Experimentation

An experiment is an hypothesis driven exploration to uncover knowledge that can be used to improve a company or product.

When you’re not certain of the right answer, the best approach is to have a portfolio, a range of bets that reward us with resilience and significant upside.

Insight is derived from action, not analysis: you only learn to improve your business when you test control factors, not when you discover them.

A/B Test (Including multivariate tests) are randomized controlled experiment where a single success metric is measured to determine which variant performs the best.

Normally this will consist of two groups: A control and test group, but it could also be implemented with multiple test groups (a multivariate test). The goal of an A/B test is to reach a statistically significant result, i.e. you can say that one variant is better than the other with a high level of confidence that observed difference did not occur by chance. While A/B testing is a very powerful conversion optimization instrument, it requires lots of hard work. Most of your experiments will not produce a significant result.

Tooling built on the right principles can provide the foundation for a culture of experimentation. Experimentation platforms should be transparent and open such that anyone can create an experiment and everyone can see the historical experiments that have been run — including hypothesis, experimental design, and results. Social layers such as commenting and version control allow for peer review and peer-to-peer education. Sharing functionality to make it easy to link to experiments in emails, slack, or other communication channels reinforces experimental literacy. Workflows which abstract statistical concepts and make it easier for people to understand what experiments are reduce the perceived barrier to entry and make it easier for people to engage. All together, these principles help cultivate and reinforce experimental literacy within your organization.

Running Experiments

We do not live in an ideal world, so we need to be very deliberate and thoughtful in how we approach experimentation design and analysis.

Generate hypotheses based on actual observations. All experiments should have a hypothesis in plain English.
Do not simply copy what other companies are doing (do not assume that other companies tested and validated something).
Choose one primary metric in advance to determine “winner” while keeping a few guardrail metrics.
You’re probably not measuring what you thought you were measuring. But if you measure enough different stuff, you might figure out what you’re actually measuring.
- Log generously.
Stack rank all ideas based on level of effort and potential impact — also required sample size/run time to get results.
Continuously validate tracking implementation.
Think carefully when choosing your randomization unit.
Run more A/A tests.
The best two places to run an A/B test: In early planning(what kinds of story do people want) and when adding finishing touches(alternative versions of a scene).
Remember, you’re measuring averages.
A great way to help people understand the importance of healthy scrutiny and how our biases work can be to do a session where people guess the impact of an A/B test before you reveal it.
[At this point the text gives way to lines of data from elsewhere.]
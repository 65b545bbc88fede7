"""`hourwatch simulate`: run a scenario of simulated meters and patients.

    hourwatch simulate --scenario FILE --to-log OUT.jsonl [--beds N] [--seed S]
                       [--hours H] [--start ISO]
    hourwatch simulate --scenario FILE --broker HOST:PORT [--beds N] [--speed X] [--seed S]

All data a scenario produces is invented, for testing and demonstrations only.
"""

from __future__ import annotations

import argparse
import os
import signal
import sys
import threading
from pathlib import Path
from types import FrameType

from simulator import runner
from simulator.scenario import load_scenario

from ..engine.timefmt import TimeError, parse_iso
from ..errors import UserError
from ..profile_files import load_profiles

ENV_PASSWORD = "HOURWATCH_MQTT_PASSWORD"
MAX_SPEED = 10_000.0  # simulated minutes per wall-clock second


def add(sub: argparse._SubParsersAction[argparse.ArgumentParser]) -> None:
    s = sub.add_parser(
        "simulate",
        help="simulate meters and patients from a scenario file (invented data)",
        description="Simulate a ward of meters and patients from a scenario file, to a JSON "
        "Lines log or live to a broker. All data is invented, for tests and demonstrations.",
    )
    s.add_argument("--scenario", type=Path, required=True, help="scenario file (TOML)")
    out = s.add_mutually_exclusive_group(required=True)
    out.add_argument("--to-log", type=Path, metavar="OUT", help="write a JSON Lines log")
    out.add_argument("--broker", metavar="HOST:PORT", help="publish live to this MQTT broker")
    s.add_argument(
        "--beds", type=int, default=None, help="number of beds (copies beyond the file's)"
    )
    s.add_argument("--seed", type=int, default=0, help="random seed (default 0)")
    s.add_argument(
        "--hours", type=float, default=None, help="simulated hours (default: the file's)"
    )
    s.add_argument("--start", default=None, help="log start time, ISO 8601 (log only)")
    s.add_argument(
        "--speed", type=float, default=1.0,
        help="live only: simulated minutes per wall-clock second (default 1)",
    )  # fmt: skip
    s.add_argument("--profiles", type=Path, default=None, help="device profile folder")
    s.add_argument("--prefix", default="hourwatch", help="topic prefix (default hourwatch)")
    s.add_argument("--username", default=None, help="live only: MQTT user name")
    s.add_argument(
        "--password-file", type=Path, default=None,
        help=f"live only: file holding the MQTT password (or set {ENV_PASSWORD})",
    )  # fmt: skip
    s.add_argument("--protocol", choices=["3.1.1", "5"], default="3.1.1", help="MQTT version")
    s.add_argument("--client-id", default="", help="live only: MQTT client id")
    s.set_defaults(run=run)


def _check(args: argparse.Namespace) -> float | None:
    if args.beds is not None and not 1 <= args.beds <= 5000:
        raise UserError(f"--beds: {args.beds} is not between 1 and 5000")
    if args.hours is not None and not 0 < args.hours <= 24 * 14:
        raise UserError(f"--hours: {args.hours:g} is not between 0 and 336")
    if not 0 < args.speed <= MAX_SPEED:
        raise UserError(f"--speed: {args.speed:g} is not between 0 and {MAX_SPEED:g}")
    if args.broker is not None and args.start is not None:
        raise UserError("--start: applies to --to-log only (live runs start now)")
    if args.start is None:
        return None
    try:
        return parse_iso(args.start)
    except TimeError as exc:
        raise UserError(f"--start: {exc}") from None


def _address(text: str) -> tuple[str, int]:
    host, sep, port = text.strip().rpartition(":")
    host = host.strip("[]")
    if not sep or not host or not port.isdigit() or not 1 <= int(port) <= 65535:
        raise UserError(f"--broker: expected HOST:PORT, got {text!r}")
    return host, int(port)


def _password(args: argparse.Namespace) -> str | None:
    if args.password_file is not None:
        try:
            return str(args.password_file.read_text(encoding="utf-8")).rstrip("\r\n")
        except OSError as exc:
            raise UserError(
                f"--password-file: cannot read {args.password_file}: {exc.strerror}"
            ) from None
    return os.environ.get(ENV_PASSWORD) or None


def run(args: argparse.Namespace) -> int:
    start = _check(args)
    profiles = {p.name: p for p in load_profiles(args.profiles)}
    scenario = load_scenario(args.scenario, profiles)
    built = runner.build(
        scenario, profiles, seed=args.seed, beds=args.beds, hours=args.hours, start=start,
        prefix=args.prefix.rstrip("/"),
    )  # fmt: skip
    beds = len(built.beds)
    if args.to_log is not None:
        n = runner.write_log(built, args.to_log)
        print(
            f"{args.to_log}: {n} messages, {beds} beds, {built.hours:g} h of scenario "
            f"{scenario.name!r} (seed {args.seed}; invented data)"
        )
        return 0
    host, port = _address(args.broker)
    client = runner.connect(
        host, port, client_id=args.client_id, username=args.username,
        password=_password(args), protocol=args.protocol,
    )  # fmt: skip
    stop = threading.Event()

    def on_signal(_sig: int, _frame: FrameType | None) -> None:
        stop.set()

    old = signal.signal(signal.SIGTERM, on_signal)
    wall_s = built.hours * 60.0 / args.speed  # simulated minutes / (minutes per second)
    print(
        f"publishing {len(built.messages)} messages for {beds} beds, {built.hours:g} simulated "
        f"h in about {wall_s / 60:.1f} min to {host}:{port} (invented data; payload times are "
        f"the wall clock, so at --speed {args.speed:g} a real-time service sees flows "
        f"{60 * args.speed:g}x the simulated ones)",
        flush=True,
    )

    def progress(hour: int, stats: runner.LiveStats) -> None:
        print(f"  simulated hour {hour}: {stats.published} published", flush=True)

    try:
        stats = runner.publish_live(built, client, speed=args.speed, stop=stop, on_hour=progress)
    except KeyboardInterrupt:
        stop.set()
        print("interrupted", file=sys.stderr)
        return 130
    finally:
        signal.signal(signal.SIGTERM, old)
        client.disconnect()
        client.loop_stop()
    print(f"done: {stats.published} published, {stats.confirmed} confirmed in {stats.wall_s:.1f} s")
    return 0 if stats.confirmed == stats.published else 1
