"""`hourwatch check-profiles [FOLDER]`: validate device profiles, reporting every problem
of every file at once (one line each, naming the file and the key), exit status 2 if any."""

from __future__ import annotations

import argparse
import sys
from pathlib import Path

from ..engine.profiles import DEVICE_LEVEL, DeviceProfile
from ..profile_files import check_folder


def add(sub: argparse._SubParsersAction[argparse.ArgumentParser]) -> None:
    c = sub.add_parser("check-profiles", help="validate a folder of device profiles")
    c.add_argument("folder", type=Path, nargs="?", default=None)
    c.set_defaults(run=run)


def summary(p: DeviceProfile) -> str:
    what = f"{p.volume.semantics}, every {p.timing.period_s} s"
    levels = [n for n in p.topic_pattern.names if n != DEVICE_LEVEL]
    if levels:
        what += f", keeps {', '.join(levels)}"
    return f"ok  {p.name:<24} {p.subscription:<32} {what}"


def run(args: argparse.Namespace) -> int:
    profiles, problems = check_folder(args.folder)
    for p in profiles:
        print(summary(p))
    for line in problems:
        print(f"hourwatch: {line}", file=sys.stderr)
    if problems:
        files = {line.split(": ", 1)[0] for line in problems}
        print(f"hourwatch: {len(problems)} problem(s) in {len(files)} file(s); every key is "
              "explained in DEVELOPERS.md section 3", file=sys.stderr)  # fmt: skip
        return 2
    return 0
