"""`hourwatch user add|remove|list`: who may log in on the ward board and acknowledge.

Users live in board.users_file (JSON, argon2id password hashes, mode 0600). Their roles
must be roles of the escalation policy. The running service re-reads the file when it
changes: a removed user is logged out at their next request.
"""

from __future__ import annotations

import argparse
import getpass
import sys
from pathlib import Path

from ..config import load_config
from ..errors import UserError
from ..notify.settings import policy_roles
from ..rule_files import load_policy


def add(sub: argparse._SubParsersAction[argparse.ArgumentParser]) -> None:
    u = sub.add_parser("user", help="manage who may log in on the ward board",
                       description=__doc__)  # fmt: skip
    actions = u.add_subparsers(dest="action", required=True)
    for name, text in (("add", "add a user (asks for the password twice)"),
                       ("remove", "remove a user"), ("list", "list users and their roles")):
        a = actions.add_parser(name, help=text)
        if name != "list":
            a.add_argument("name", help="user name: letters, digits, '.', '_', '-'")
        if name == "add":
            a.add_argument("--role", action="append", default=[], required=True,
                           help="a role of the escalation policy (repeat for several; the "
                                "first is the one the user acts in after logging in)")
            a.add_argument("--password-stdin", action="store_true",
                           help="read the password from the first line of standard input")
            a.add_argument("--replace", action="store_true", help="replace an existing user")
        a.add_argument("--config", type=Path, default=None,
                       help="service config (TOML): its board.users_file and rules")
        a.add_argument("--users-file", type=Path, default=None,
                       help="the users file (overrides board.users_file)")
        a.set_defaults(run=run)


def run(args: argparse.Namespace) -> int:
    from ..web.users import add_user, read_users, remove_user

    cfg = load_config(args.config)
    path: Path = args.users_file or cfg.board.users_file
    if args.action == "list":
        users = read_users(path).users
        if not users:
            print(f"no users in {path}")
        for name, entry in sorted(users.items()):
            print(f"{name:<24} {', '.join(entry.roles):<40} added {entry.added or '-'}")
        return 0
    if args.action == "remove":
        remove_user(path, args.name)
        print(f"removed {args.name} from {path}")
        return 0
    roles = policy_roles(load_policy(cfg.rules))
    password = _password(args.password_stdin)
    add_user(path, args.name, args.role, password, roles, replace=args.replace)
    print(f"added {args.name} ({', '.join(dict.fromkeys(args.role))}) to {path}")
    staff = cfg.ack.users
    if staff and not set(args.role) <= set(staff.get(args.name, [])):
        print(f"note: [ack] users does not give {args.name} these roles: the engine will "
              "refuse their acknowledgements until it does", file=sys.stderr)
    return 0


def _password(from_stdin: bool) -> str:
    if from_stdin:
        line = sys.stdin.readline()
        if not line:
            raise UserError("--password-stdin: standard input is empty")
        return line.rstrip("\r\n")
    if not sys.stdin.isatty():
        raise UserError("no terminal to ask for the password: use --password-stdin")
    first = getpass.getpass("password: ")
    if getpass.getpass("again: ") != first:
        raise UserError("the two passwords differ")
    return first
You can use online calculators to estimate the length of an experiment. If your experiment is estimated to take a very long time, you can go for a different metric with a higher baseline rate or only care about bigger changes.

Experiment Template

Experiment summary:
- We believe that… {describe your hypothesis in one sentence}.
- To verify that, we will… {describe your test in one sentence}.
- And we’ll measure the impact on… {metrics}.
Hypothesis. What are we expecting to happen? What can we monitor to detect problems with this?
Business problem
Supporting data
Required tracking
Expected outcome:
- Define the primary metric that we want the experimentation to move. This is the metric we use to define the rollout scenario.
- Define the secondary metric(s): There are metrics that help us validate and understand in detail why and how the primary metric was impacted-
- Define Guardrail metrics: This helps us ensure we are not harming the business in the long run for short-term gains.
Experiment design & implementation
- Rollout plan
- Implementation checklist (docs are present, tested on staging, marketing coordination, …)
Known Assumptions

Experimentation Mindset

Just because the A/B test doesn’t produce the results you expected doesn’t mean it produced no results. Research scientists who don’t prove their hypothesis don’t say they learned nothing from the experiments, they just write a different paper.

Experimentation unlocks entrepreneurialism, creating a vehicle for teams down the hierarchy to show outsized impact.

Experiment-based thinking will shape business over the coming years.

Everyone can drive business impact. Almost everything is run as an experiment and the experiment is always tied to the most important metric.
Anyone can make a change. With an experiment culture, you can take a lot of small bets, learn what works and double down on these. The best part is that these bets can come from anywhere.
Your team feels a strong sense of ownership. They’re owning their own roadmap and at the end of the quarter, they can look back and point to exactly what impact they had.

Resources

GrowthBook. Open source A/B testing.
GitLab Product Experimentation and Growth Experimentation handbooks.